# Armed bystander in Florida stops attack on pregnant woman



## Shipwreck (Jan 26, 2006)

*Armed bystander in Florida stops attack on pregnant woman*



> An armed bystander intervened to stop a brutal attack on a pregnant woman at a Publix parking lot in Florida.
> 
> The Pinellas County Sheriff’s Office said 27-year-old Cole Joseph Danisment became angry with the mother of his unborn child and began brutally beating her in a Publix parking lot Saturday, punching her in the face several times during the attack, according to a report from WFLA.

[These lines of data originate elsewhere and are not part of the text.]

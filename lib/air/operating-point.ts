import type { CubicMetresPerSecond, Pascals } from '@/lib/units/quantity';
import type { Fan } from './fan-curve';
import { findRisingRoot, findRoot } from './find-root';

/** Where a fan meets its system. */
export type Crossing = { airflow: CubicMetresPerSecond; staticPressure: Pascals };

/**
 * Every stable meeting of a fan and a system. None: the system asks for more than the fan gives at any airflow. Several: the curve has
 * a hump, and which one the fan settles in is not known. `beyond`: past the last point of the curve. `stall`: left of its peak.
 */
export type Meeting = { crossings: Crossing[]; beyond: boolean; stall: boolean };

const LOOKS = 256;

/**
 * Where the pressure a fan gives equals what a system asks, both in Pa by m3/s. The system must rise with the airflow.
 * The lowest airflow comes first: it is the cautious answer.
 */
export function meetingOf(fan: Fan, systemAt: (airflow: number) => number): Meeting {
  const excess = (q: number) => fan.pressureAt(q) - systemAt(q);
  const at = (q: number): Crossing => ({
    airflow: q as CubicMetresPerSecond,
    staticPressure: systemAt(q) as Pascals,
  });
  const crossings: Crossing[] = [];
  let left = excess(0);
  if (fan.end > 0)
    for (let i = 1; i <= LOOKS; i += 1) {
      const [from, to] = [(fan.end * (i - 1)) / LOOKS, (fan.end * i) / LOOKS];
      const right = excess(to);
      if (left >= 0 && right < 0) crossings.push(at(findRoot(excess, from, to)));
      left = right;
    }
  const beyond = left >= 0 && fan.end > 0;
  if (beyond) crossings.push(at(findRisingRoot((q) => -excess(q), fan.end, Math.max(fan.end, 1e-6))));
  const first = crossings[0];
  return { crossings, beyond: beyond && crossings.length === 1, stall: !!first && first.airflow < fan.peak.airflow };
}

/**
 * The speed, over that of the curve, at which a fan gives an airflow through a system: s with s² p(Q/s) = system(Q).
 * @returns the least such speed up to `most`, or undefined where there is none
 */
export function speedFor(fan: Fan, airflow: number, pressure: number, most = 10): number | undefined {
  const lacking = (s: number) => pressure - s ** 2 * fan.pressureAt(airflow / s);
  const least = Math.max(airflow / (fan.end * 20), 1e-4);
  const ratio = (most / least) ** (1 / LOOKS);
  for (let [i, s] = [0, least]; i < LOOKS; i += 1, s *= ratio) {
    const next = s * ratio;
    if (lacking(s) > 0 && lacking(next) <= 0) return findRoot(lacking, s, next);
  }
  return undefined;
}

Armed bystander in Florida stops attack on pregnant woman


A Florida pregnant woman was being brutally assaulted in a Publix parking lot when an armed bystander stopped the attack by pulling out his pistol on the attacker.




www.foxnews.com


----------



## Javbike (Oct 21, 2021)

What a lowlife piece of 💩


----------



## tony pasley (May 6, 2006)

Main charge should be attempted murder of the baby


----------



## lz33w7 (3 mo ago)

So in that situation..there is no doubt I’d be fully engaged and probably go into “defense mode” as I hope all of us would….

Question - in that piece of scum didn’t stop…would we have the right to use deadly force or at least harm the perp to get him to stop?

I am being serious here as I genuinely want to learn. Regardless I’m charging the _______r _______r, anything I can do to assist.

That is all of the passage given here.